- **Task brief**
Give again, word for word, every line in the entries below from the line with "const s = cScalar(under.text);" up to and including the line with "quirk.name, type: quirk.type", and no other line.

- **Recorded data**
----------

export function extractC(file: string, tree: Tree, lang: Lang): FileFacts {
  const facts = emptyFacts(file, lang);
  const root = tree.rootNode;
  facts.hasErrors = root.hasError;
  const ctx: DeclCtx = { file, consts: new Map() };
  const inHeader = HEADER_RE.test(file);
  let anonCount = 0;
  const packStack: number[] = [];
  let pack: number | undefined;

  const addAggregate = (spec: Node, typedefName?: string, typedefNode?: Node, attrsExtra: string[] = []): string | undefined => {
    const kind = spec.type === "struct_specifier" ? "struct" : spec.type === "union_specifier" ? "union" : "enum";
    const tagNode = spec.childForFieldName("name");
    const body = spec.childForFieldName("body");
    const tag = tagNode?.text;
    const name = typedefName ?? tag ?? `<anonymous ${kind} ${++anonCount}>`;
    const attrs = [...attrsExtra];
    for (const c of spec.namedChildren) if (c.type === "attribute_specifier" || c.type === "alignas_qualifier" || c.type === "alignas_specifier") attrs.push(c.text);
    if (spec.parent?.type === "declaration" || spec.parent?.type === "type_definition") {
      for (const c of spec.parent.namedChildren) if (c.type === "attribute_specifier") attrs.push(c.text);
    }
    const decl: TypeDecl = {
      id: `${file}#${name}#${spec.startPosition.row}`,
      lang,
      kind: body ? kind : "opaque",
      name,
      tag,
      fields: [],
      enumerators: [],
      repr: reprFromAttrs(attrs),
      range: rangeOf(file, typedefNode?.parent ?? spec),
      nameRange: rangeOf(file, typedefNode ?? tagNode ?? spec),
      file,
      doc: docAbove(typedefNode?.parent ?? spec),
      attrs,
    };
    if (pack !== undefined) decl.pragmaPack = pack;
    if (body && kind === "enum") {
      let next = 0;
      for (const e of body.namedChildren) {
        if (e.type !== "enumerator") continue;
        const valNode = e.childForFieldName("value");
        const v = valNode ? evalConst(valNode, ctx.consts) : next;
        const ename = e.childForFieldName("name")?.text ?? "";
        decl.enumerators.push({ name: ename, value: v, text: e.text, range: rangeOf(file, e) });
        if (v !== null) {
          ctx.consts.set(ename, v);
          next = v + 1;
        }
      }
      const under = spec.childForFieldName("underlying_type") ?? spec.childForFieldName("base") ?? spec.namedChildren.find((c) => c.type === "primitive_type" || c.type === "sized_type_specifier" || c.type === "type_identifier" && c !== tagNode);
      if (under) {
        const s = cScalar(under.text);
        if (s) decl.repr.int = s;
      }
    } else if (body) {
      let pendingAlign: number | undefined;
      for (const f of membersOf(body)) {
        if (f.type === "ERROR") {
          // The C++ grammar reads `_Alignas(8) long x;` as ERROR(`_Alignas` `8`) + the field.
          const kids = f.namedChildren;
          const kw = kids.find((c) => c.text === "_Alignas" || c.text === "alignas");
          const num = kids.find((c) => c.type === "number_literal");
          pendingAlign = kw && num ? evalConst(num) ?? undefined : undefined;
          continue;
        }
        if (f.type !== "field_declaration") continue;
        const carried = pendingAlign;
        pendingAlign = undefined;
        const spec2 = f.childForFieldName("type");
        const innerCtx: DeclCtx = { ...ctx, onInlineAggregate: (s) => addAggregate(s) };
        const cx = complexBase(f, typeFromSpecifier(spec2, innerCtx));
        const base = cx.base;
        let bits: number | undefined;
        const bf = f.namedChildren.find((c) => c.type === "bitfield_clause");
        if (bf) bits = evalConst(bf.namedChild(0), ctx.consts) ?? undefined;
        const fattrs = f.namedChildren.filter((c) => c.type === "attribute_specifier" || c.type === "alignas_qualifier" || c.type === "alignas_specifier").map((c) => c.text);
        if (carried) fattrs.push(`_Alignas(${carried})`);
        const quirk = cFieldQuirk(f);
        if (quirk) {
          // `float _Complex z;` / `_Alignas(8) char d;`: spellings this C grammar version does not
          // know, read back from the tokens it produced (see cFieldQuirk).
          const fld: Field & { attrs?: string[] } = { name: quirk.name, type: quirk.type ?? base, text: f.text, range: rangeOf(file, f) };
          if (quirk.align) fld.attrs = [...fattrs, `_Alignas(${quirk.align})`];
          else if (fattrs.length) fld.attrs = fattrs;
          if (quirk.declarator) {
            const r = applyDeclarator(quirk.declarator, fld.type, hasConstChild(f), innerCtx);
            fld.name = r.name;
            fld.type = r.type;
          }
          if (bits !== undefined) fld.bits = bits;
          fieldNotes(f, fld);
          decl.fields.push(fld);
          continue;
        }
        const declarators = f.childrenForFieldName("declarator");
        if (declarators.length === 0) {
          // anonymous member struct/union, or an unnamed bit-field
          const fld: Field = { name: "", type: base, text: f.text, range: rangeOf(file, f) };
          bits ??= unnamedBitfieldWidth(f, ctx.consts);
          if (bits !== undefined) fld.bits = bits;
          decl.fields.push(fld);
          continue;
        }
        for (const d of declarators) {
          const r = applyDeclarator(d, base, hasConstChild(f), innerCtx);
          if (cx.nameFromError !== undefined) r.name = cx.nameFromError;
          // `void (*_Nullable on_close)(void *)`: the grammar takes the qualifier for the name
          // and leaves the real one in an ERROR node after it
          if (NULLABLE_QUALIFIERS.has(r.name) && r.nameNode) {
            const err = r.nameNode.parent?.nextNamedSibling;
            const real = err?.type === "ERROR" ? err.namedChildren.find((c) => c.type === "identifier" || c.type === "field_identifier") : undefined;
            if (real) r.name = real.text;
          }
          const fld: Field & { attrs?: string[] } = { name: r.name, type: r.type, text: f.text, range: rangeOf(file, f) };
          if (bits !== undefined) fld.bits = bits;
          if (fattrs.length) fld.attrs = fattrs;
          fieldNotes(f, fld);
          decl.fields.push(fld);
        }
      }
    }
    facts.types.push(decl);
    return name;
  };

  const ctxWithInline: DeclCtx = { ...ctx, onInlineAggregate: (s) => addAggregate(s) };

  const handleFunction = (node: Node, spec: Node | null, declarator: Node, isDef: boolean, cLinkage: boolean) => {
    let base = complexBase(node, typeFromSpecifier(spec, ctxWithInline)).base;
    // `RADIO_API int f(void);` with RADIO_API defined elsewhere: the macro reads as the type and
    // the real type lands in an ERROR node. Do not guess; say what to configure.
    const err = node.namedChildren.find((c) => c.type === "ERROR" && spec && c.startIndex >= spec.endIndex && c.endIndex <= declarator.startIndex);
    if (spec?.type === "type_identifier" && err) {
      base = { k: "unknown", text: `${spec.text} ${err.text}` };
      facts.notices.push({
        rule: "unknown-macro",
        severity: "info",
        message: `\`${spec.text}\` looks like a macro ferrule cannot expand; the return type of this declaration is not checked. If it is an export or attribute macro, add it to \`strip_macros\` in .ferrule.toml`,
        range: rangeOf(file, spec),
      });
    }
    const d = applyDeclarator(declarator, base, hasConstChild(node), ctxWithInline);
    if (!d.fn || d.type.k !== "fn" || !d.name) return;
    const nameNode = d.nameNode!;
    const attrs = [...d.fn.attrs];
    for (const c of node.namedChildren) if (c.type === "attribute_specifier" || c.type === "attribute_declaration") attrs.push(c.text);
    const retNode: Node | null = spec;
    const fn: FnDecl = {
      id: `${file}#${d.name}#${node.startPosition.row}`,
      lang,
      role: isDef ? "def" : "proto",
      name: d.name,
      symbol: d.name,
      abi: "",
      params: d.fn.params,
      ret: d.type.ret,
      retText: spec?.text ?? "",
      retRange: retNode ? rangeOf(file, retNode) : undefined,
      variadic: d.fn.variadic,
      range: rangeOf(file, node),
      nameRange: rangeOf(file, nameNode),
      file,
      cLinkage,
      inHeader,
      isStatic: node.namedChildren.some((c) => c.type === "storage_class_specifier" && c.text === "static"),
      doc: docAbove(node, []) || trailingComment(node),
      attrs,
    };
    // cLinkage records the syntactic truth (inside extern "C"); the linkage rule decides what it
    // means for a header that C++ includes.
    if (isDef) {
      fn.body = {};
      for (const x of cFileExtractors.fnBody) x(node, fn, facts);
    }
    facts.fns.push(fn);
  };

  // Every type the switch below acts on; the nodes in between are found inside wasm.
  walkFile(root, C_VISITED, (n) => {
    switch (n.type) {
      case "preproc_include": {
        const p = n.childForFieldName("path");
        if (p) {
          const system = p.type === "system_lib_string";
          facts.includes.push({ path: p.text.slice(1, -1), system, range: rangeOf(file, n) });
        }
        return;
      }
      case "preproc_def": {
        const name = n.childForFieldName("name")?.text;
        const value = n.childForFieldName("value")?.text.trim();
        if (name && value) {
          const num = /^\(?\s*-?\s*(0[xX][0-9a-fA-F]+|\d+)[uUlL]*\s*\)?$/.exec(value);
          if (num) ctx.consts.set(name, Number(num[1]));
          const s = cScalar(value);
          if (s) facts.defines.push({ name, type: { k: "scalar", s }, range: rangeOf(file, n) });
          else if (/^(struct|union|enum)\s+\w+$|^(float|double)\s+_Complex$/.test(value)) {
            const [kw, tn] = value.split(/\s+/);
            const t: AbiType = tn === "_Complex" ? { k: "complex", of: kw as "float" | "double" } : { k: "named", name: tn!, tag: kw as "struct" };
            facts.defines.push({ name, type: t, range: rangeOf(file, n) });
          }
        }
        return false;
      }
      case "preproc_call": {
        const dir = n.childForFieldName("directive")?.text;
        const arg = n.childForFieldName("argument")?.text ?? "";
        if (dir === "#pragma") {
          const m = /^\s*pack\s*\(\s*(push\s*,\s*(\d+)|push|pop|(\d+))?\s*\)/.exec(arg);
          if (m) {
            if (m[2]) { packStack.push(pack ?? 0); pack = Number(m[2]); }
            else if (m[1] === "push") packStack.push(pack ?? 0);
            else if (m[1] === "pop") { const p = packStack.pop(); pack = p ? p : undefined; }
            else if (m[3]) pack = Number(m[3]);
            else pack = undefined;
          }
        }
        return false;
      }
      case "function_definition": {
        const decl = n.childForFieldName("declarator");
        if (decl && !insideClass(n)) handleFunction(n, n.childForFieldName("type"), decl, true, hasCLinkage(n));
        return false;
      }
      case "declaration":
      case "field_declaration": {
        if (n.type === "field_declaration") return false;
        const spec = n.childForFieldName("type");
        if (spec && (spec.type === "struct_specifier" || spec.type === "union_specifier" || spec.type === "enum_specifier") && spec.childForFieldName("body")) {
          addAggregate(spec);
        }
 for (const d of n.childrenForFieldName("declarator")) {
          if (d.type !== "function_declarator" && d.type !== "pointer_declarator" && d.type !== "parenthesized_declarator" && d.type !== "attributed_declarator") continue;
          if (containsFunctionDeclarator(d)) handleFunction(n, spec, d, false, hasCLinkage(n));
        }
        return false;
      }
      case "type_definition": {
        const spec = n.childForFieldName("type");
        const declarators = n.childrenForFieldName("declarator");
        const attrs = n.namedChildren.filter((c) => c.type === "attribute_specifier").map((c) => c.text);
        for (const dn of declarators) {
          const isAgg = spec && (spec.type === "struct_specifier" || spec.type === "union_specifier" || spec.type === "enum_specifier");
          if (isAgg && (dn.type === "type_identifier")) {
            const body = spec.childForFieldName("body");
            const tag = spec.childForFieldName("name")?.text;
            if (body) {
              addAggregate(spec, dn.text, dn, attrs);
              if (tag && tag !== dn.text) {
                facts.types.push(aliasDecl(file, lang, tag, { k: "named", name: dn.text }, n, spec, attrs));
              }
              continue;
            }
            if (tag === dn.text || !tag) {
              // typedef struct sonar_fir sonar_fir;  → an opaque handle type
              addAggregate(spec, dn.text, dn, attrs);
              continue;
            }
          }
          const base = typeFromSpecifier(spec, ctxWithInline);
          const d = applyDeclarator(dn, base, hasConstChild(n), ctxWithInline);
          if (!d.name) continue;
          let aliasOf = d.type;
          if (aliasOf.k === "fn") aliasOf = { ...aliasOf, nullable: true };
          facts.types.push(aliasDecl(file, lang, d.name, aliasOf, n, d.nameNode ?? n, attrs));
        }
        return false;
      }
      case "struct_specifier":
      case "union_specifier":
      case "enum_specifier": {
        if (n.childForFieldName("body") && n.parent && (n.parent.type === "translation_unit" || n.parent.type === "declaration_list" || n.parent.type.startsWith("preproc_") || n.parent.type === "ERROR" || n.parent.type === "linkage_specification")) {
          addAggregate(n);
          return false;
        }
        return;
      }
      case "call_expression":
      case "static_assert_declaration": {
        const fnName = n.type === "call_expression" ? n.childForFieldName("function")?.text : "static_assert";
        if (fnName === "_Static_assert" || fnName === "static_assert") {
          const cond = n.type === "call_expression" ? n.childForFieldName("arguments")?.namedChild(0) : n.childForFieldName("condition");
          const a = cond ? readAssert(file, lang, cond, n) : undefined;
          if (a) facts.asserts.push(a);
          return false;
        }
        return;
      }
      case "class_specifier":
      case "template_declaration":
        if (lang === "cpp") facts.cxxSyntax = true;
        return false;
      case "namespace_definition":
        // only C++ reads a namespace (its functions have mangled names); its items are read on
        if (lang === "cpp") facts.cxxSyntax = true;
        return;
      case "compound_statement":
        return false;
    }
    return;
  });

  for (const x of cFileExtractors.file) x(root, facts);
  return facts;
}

----------

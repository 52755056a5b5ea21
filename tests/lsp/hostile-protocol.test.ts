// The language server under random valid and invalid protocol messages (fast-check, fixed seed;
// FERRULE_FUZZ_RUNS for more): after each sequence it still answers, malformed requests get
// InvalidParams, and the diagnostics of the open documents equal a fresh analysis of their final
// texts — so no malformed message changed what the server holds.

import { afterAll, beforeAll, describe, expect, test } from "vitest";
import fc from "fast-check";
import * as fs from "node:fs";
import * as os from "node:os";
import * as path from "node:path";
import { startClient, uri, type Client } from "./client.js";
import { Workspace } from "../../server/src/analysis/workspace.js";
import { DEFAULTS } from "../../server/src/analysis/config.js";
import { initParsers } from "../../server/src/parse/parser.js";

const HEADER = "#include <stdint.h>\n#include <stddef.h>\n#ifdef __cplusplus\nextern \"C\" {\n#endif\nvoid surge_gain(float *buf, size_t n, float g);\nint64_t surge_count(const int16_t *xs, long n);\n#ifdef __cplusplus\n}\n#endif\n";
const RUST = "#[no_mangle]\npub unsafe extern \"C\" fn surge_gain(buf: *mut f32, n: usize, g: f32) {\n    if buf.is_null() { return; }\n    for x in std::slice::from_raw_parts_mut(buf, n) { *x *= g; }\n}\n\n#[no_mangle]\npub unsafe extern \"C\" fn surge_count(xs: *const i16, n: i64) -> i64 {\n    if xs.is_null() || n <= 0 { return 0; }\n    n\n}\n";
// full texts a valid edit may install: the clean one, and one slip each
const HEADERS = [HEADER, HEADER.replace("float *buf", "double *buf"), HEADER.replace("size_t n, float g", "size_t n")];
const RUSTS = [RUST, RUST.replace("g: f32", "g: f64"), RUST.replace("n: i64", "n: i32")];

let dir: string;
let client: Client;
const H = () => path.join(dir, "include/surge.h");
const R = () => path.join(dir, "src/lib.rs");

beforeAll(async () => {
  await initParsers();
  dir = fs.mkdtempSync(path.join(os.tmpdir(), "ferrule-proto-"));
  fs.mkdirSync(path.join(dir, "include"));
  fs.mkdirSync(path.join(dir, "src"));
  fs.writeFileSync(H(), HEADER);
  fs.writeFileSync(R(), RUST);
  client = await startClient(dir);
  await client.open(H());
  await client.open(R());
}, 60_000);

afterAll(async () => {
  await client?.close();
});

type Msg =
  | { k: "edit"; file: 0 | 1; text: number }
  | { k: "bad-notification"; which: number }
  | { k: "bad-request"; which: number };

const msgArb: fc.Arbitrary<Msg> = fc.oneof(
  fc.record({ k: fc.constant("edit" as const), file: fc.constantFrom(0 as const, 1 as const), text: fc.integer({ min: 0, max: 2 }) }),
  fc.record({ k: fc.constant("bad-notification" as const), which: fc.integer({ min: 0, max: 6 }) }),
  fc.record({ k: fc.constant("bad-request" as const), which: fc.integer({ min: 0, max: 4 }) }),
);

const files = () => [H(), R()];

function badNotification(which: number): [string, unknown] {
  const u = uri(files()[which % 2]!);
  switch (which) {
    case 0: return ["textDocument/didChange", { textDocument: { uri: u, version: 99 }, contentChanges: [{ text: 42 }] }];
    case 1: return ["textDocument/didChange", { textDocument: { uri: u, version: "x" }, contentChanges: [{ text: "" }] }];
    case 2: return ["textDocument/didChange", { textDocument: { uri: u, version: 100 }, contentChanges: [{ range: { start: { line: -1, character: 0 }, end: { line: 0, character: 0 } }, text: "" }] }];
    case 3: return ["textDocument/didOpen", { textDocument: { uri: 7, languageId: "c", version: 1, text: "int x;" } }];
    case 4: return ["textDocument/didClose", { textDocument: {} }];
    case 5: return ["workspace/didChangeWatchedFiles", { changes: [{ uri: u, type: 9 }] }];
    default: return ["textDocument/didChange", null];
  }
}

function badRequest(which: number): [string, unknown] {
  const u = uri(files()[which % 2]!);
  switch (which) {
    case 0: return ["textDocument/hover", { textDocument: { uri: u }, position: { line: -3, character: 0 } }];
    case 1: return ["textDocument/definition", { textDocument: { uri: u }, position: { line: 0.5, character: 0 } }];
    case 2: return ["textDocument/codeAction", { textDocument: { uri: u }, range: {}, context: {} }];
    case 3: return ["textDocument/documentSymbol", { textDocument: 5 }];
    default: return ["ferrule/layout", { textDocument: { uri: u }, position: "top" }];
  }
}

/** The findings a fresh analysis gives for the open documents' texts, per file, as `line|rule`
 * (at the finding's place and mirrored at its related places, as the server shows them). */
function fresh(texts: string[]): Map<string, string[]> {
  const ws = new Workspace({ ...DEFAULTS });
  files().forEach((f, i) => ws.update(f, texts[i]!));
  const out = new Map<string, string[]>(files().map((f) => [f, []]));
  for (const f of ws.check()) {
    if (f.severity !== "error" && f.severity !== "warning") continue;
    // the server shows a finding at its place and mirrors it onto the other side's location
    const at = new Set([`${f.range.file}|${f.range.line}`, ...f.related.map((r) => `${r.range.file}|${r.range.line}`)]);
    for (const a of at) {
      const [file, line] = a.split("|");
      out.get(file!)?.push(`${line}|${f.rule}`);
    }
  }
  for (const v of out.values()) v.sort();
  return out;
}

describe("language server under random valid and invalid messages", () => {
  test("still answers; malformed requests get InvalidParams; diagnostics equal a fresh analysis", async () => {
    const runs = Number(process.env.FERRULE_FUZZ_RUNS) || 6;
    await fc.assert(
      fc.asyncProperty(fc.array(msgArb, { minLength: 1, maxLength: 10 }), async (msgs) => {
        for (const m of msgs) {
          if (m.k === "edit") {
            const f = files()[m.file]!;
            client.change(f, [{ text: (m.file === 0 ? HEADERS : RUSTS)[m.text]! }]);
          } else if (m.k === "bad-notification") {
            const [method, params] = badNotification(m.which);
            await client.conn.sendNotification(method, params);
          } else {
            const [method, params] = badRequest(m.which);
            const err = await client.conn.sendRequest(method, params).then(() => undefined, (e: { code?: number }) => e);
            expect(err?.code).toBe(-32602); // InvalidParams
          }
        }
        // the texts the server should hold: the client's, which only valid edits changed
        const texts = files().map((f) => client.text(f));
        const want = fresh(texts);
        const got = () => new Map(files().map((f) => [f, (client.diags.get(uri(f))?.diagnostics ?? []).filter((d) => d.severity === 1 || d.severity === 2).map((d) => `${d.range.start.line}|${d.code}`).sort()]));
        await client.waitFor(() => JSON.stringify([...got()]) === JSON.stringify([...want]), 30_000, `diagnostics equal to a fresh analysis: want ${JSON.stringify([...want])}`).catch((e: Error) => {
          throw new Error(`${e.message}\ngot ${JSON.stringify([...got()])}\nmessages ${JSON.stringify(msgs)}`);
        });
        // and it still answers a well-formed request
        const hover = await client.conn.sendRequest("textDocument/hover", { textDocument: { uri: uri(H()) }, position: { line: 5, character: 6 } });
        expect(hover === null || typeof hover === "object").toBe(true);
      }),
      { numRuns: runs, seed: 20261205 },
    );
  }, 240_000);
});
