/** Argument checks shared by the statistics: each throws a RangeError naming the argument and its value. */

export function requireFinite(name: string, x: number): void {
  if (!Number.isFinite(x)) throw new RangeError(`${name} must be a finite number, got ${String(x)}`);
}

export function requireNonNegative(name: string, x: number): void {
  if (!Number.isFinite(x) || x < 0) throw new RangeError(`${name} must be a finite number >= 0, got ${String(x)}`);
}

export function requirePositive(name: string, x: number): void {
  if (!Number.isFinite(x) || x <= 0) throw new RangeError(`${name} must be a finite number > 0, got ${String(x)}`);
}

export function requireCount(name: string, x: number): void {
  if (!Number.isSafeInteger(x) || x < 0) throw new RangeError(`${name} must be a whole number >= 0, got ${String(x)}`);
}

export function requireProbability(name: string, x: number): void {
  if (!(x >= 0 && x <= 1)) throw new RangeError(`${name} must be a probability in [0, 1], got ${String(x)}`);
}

----------

- **Response**
        const s = cScalar(under.text);
        if (s) decl.repr.int = s;
      }
    } else if (body) {
      let pendingAlign: number | undefined;
      for (const f of membersOf(body)) {
        if (f.type === "ERROR") {
          // The C++ grammar reads `_Alignas(8) long x;` as ERROR(`_Alignas` `8`) + the field.
          const kids = f.namedChildren;
          const kw = kids.find((c) => c.text === "_Alignas" || c.text === "alignas");
          const num = kids.find((c) => c.type === "number_literal");
          pendingAlign = kw && num ? evalConst(num) ?? undefined : undefined;
          continue;
        }
        if (f.type !== "field_declaration") continue;
        const carried = pendingAlign;
        pendingAlign = undefined;
        const spec2 = f.childForFieldName("type");
        const innerCtx: DeclCtx = { ...ctx, onInlineAggregate: (s) => addAggregate(s) };
        const cx = complexBase(f, typeFromSpecifier(spec2, innerCtx));
        const base = cx.base;
        let bits: number | undefined;
        const bf = f.namedChildren.find((c) => c.type === "bitfield_clause");
        if (bf) bits = evalConst(bf.namedChild(0), ctx.consts) ?? undefined;
        const fattrs = f.namedChildren.filter((c) => c.type === "attribute_specifier" || c.type === "alignas_qualifier" || c.type === "alignas_specifier").map((c) => c.text);
        if (carried) fattrs.push(`_Alignas(${carried})`);
        const quirk = cFieldQuirk(f);
        if (quirk) {
          // `float _Complex z;` / `_Alignas(8) char d;`: spellings this C grammar version does not
          // know, read back from the tokens it produced (see cFieldQuirk).
          const fld: Field & { attrs?: string[] } = { name: quirk.name, type: quirk.type ?? base, text: f.text, range: rangeOf(file, f) };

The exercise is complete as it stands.